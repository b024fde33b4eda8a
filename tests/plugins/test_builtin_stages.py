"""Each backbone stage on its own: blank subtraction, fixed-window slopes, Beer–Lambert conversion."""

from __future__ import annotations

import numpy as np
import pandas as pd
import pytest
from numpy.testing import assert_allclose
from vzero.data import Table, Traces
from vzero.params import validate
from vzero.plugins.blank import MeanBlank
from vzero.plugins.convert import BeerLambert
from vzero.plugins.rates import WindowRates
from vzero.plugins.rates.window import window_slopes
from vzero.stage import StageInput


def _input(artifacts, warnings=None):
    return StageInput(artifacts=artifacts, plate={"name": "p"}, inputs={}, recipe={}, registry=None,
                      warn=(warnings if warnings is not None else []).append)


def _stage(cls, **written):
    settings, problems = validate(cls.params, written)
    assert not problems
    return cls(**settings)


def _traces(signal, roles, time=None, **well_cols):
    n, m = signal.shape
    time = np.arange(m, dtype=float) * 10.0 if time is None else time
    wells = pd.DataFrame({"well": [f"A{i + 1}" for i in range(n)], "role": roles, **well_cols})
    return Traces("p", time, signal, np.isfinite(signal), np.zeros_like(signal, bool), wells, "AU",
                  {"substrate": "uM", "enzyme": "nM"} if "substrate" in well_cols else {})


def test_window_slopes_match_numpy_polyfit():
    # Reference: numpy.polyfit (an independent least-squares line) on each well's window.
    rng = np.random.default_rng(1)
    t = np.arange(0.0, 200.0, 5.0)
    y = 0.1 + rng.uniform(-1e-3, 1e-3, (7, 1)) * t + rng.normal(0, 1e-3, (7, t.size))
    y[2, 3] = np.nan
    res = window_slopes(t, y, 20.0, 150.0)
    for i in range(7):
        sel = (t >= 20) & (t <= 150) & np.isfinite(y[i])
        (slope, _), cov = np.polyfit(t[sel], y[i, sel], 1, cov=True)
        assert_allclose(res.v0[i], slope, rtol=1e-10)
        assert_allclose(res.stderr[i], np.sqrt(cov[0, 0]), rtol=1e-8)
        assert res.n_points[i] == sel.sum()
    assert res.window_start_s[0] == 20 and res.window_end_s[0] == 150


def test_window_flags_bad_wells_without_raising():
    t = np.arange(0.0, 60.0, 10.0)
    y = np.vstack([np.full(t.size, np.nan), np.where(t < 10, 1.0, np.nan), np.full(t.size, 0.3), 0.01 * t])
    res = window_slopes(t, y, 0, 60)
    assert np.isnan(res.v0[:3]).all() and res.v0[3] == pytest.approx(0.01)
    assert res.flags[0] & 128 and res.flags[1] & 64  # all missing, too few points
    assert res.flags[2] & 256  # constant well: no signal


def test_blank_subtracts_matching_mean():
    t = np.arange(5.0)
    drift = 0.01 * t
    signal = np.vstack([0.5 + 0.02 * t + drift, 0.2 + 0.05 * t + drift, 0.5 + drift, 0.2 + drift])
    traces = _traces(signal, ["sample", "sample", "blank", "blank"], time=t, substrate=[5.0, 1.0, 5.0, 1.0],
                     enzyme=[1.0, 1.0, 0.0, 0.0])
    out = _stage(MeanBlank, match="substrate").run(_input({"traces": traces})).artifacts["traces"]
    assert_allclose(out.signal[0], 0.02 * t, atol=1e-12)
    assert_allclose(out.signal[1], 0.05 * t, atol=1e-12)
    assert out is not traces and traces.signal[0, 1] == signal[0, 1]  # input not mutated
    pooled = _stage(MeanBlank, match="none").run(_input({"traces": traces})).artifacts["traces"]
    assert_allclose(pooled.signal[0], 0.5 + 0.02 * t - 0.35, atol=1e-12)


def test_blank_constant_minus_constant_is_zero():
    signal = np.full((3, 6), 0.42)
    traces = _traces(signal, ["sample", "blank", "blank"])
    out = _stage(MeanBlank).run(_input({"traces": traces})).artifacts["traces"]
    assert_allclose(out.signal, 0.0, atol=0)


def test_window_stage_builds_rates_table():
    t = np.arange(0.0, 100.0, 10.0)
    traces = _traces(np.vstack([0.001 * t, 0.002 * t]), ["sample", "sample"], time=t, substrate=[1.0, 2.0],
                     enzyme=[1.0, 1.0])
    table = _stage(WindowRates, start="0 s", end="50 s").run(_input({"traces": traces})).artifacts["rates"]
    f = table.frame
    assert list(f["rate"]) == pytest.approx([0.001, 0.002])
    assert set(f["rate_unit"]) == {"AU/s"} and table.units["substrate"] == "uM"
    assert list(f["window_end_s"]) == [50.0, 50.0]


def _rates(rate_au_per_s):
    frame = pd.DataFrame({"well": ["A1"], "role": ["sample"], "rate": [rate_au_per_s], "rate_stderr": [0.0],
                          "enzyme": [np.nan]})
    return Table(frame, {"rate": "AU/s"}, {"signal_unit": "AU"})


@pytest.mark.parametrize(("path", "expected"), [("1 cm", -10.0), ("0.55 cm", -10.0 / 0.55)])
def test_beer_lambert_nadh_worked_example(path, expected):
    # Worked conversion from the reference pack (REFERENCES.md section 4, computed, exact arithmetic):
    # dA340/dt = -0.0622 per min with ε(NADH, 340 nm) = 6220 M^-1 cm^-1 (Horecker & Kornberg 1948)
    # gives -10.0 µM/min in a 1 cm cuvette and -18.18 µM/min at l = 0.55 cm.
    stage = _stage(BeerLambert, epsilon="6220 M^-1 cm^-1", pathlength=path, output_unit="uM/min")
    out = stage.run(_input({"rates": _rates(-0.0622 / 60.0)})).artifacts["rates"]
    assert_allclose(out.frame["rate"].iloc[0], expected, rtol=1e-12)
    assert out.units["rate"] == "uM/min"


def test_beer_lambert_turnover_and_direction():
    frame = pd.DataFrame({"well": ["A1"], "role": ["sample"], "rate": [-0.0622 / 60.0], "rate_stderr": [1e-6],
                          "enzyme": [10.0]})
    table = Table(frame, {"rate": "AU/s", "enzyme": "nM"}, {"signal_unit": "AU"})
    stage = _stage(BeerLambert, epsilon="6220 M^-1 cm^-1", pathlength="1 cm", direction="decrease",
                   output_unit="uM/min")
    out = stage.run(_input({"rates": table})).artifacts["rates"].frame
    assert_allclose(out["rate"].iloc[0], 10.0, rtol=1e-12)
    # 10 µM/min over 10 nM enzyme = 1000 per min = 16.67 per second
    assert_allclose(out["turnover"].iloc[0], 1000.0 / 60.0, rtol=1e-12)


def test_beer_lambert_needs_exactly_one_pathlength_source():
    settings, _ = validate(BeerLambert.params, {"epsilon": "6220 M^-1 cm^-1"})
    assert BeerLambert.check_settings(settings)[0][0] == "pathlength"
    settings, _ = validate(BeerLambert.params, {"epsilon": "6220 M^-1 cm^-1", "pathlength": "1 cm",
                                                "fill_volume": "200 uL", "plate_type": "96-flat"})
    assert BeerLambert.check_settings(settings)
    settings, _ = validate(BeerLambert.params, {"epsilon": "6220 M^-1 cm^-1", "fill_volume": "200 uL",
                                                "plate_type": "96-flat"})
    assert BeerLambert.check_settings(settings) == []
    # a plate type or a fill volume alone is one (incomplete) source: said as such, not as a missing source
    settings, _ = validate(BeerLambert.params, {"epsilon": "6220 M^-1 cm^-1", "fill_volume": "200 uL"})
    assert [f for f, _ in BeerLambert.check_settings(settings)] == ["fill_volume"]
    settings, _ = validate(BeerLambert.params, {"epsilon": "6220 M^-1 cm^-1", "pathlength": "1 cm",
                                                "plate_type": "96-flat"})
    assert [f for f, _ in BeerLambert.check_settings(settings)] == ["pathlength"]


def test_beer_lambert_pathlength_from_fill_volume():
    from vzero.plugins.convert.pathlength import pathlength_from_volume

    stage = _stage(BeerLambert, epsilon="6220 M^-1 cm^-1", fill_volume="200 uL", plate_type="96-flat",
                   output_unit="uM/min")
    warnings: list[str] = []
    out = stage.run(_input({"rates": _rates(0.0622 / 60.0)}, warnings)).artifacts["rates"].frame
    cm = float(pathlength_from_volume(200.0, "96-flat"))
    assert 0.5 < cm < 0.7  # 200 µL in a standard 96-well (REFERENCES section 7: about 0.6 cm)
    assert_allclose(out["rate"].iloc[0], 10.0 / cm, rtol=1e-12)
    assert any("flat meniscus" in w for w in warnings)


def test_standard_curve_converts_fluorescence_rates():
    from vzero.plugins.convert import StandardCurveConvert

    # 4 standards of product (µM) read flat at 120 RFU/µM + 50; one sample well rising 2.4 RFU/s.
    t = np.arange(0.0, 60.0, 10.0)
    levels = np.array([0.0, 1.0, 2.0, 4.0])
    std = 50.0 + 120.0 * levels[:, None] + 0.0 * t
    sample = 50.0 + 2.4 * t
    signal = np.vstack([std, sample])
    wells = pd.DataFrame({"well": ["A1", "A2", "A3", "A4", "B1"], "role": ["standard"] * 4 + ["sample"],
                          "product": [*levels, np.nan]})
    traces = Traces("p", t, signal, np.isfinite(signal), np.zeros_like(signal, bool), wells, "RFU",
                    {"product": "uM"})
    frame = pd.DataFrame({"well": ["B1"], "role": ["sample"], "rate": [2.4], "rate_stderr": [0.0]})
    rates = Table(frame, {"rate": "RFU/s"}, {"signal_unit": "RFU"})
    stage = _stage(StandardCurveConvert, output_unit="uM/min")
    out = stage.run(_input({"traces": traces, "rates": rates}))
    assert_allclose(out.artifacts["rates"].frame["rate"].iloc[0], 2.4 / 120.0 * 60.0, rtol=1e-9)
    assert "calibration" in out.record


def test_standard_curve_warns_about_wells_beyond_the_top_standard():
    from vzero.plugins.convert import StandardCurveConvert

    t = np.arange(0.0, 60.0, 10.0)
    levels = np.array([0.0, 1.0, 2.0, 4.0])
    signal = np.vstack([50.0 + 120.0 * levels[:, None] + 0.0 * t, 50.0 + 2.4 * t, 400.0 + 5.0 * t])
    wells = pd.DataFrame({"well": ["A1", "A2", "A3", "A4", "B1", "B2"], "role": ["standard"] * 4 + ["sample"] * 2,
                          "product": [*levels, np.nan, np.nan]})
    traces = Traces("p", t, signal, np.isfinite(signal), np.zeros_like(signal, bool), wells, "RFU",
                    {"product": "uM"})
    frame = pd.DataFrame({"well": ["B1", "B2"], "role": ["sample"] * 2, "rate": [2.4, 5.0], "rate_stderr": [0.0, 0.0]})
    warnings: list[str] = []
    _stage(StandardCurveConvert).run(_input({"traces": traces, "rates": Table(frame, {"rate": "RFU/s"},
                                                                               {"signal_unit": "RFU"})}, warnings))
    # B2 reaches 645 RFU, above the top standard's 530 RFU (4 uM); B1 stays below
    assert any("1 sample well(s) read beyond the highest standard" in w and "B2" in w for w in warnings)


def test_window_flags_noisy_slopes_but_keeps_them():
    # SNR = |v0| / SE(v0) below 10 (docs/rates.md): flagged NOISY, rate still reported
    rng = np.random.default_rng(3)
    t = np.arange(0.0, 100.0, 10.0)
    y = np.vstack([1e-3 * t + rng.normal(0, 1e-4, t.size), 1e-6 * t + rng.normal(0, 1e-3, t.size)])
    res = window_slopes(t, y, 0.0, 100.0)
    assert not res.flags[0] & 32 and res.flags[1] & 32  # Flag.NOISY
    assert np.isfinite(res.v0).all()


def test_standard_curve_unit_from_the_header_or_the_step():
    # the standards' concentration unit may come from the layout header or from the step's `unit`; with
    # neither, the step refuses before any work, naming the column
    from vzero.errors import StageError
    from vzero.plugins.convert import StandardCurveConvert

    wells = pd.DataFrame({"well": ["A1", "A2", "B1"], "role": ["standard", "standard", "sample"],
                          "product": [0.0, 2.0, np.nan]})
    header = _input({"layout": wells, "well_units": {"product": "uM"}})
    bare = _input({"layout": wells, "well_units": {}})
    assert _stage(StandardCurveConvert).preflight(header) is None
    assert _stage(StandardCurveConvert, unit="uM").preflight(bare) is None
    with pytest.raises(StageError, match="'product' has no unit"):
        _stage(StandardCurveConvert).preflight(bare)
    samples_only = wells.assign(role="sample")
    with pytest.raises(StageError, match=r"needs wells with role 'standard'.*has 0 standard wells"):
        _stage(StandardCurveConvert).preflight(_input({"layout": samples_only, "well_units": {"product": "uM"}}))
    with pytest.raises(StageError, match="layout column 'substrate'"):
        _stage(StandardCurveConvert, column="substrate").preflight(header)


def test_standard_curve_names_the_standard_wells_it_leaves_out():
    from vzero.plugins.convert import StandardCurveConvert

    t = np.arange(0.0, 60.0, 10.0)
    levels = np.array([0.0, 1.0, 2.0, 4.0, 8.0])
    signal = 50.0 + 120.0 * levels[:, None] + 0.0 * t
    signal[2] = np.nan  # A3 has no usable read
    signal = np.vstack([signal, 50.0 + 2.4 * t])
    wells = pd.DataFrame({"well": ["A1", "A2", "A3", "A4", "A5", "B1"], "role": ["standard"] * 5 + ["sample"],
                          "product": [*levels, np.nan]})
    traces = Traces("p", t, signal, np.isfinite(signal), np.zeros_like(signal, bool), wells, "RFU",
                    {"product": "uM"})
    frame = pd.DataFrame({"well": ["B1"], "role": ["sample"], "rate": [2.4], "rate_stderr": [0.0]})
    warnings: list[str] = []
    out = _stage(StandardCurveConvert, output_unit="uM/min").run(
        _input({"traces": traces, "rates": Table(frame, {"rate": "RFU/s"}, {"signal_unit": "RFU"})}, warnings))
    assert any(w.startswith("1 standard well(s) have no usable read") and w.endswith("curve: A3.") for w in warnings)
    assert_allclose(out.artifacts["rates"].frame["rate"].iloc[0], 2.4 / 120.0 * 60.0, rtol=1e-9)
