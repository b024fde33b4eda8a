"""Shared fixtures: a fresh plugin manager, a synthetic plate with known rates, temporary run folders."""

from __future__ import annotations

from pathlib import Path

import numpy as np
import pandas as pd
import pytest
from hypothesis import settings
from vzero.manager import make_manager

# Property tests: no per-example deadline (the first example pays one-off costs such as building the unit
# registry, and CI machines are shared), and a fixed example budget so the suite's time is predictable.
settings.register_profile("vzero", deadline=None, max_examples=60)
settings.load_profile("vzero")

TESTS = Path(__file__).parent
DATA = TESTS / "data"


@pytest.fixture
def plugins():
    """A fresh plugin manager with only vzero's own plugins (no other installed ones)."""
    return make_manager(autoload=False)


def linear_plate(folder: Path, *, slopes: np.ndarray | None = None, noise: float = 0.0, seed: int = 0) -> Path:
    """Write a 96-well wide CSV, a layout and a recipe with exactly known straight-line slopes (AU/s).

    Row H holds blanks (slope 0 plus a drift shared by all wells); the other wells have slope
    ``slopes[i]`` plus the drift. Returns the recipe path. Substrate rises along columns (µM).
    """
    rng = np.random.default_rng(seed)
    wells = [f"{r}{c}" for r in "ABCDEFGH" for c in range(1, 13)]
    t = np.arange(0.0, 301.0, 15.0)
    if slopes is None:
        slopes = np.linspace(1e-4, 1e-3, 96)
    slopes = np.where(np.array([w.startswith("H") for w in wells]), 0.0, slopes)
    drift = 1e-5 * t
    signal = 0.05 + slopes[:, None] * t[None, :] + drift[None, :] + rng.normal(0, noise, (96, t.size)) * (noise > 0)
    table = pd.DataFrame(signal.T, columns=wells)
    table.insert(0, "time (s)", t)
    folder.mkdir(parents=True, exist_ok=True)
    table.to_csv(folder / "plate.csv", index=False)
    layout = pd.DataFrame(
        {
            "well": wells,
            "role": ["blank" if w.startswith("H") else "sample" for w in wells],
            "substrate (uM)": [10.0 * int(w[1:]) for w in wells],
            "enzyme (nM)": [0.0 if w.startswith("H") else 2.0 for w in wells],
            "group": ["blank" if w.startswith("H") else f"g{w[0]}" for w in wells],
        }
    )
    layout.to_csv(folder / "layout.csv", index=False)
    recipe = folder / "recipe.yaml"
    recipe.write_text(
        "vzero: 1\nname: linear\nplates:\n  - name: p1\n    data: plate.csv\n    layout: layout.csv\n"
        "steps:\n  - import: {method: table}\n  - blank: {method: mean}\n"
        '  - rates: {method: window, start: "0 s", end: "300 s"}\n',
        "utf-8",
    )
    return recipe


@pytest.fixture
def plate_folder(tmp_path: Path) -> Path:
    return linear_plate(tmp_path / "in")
• • • • • • •
**Task statement:**
Return the final stretch of the listing exactly, starting with the line that contains "in range(1, 13)]" and ending with the last line.

**Solution:**
    wells = [f"{r}{c}" for r in "ABCDEFGH" for c in range(1, 13)]
    t = np.arange(0.0, 301.0, 15.0)
    if slopes is None:
        slopes = np.linspace(1e-4, 1e-3, 96)
    slopes = np.where(np.array([w.startswith("H") for w in wells]), 0.0, slopes)
    drift = 1e-5 * t
    signal = 0.05 + slopes[:, None] * t[None, :] + drift[None, :] + rng.normal(0, noise, (96, t.size)) * (noise > 0)
    table = pd.DataFrame(signal.T, columns=wells)
    table.insert(0, "time (s)", t)
    folder.mkdir(parents=True, exist_ok=True)
    table.to_csv(folder / "plate.csv", index=False)
    layout = pd.DataFrame(
        {
            "well": wells,
            "role": ["blank" if w.startswith("H") else "sample" for w in wells],
            "substrate (uM)": [10.0 * int(w[1:]) for w in wells],
            "enzyme (nM)": [0.0 if w.startswith("H") else 2.0 for w in wells],
            "group": ["blank" if w.startswith("H") else f"g{w[0]}" for w in wells],
        }
    )
    layout.to_csv(folder / "layout.csv", index=False)
    recipe = folder / "recipe.yaml"
    recipe.write_text(
        "vzero: 1\nname: linear\nplates:\n  - name: p1\n    data: plate.csv\n    layout: layout.csv\n"
        "steps:\n  - import: {method: table}\n  - blank: {method: mean}\n"
        '  - rates: {method: window, start: "0 s", end: "300 s"}\n',
        "utf-8",
    )
    return recipe


@pytest.fixture
def plate_folder(tmp_path: Path) -> Path:
    return linear_plate(tmp_path / "in")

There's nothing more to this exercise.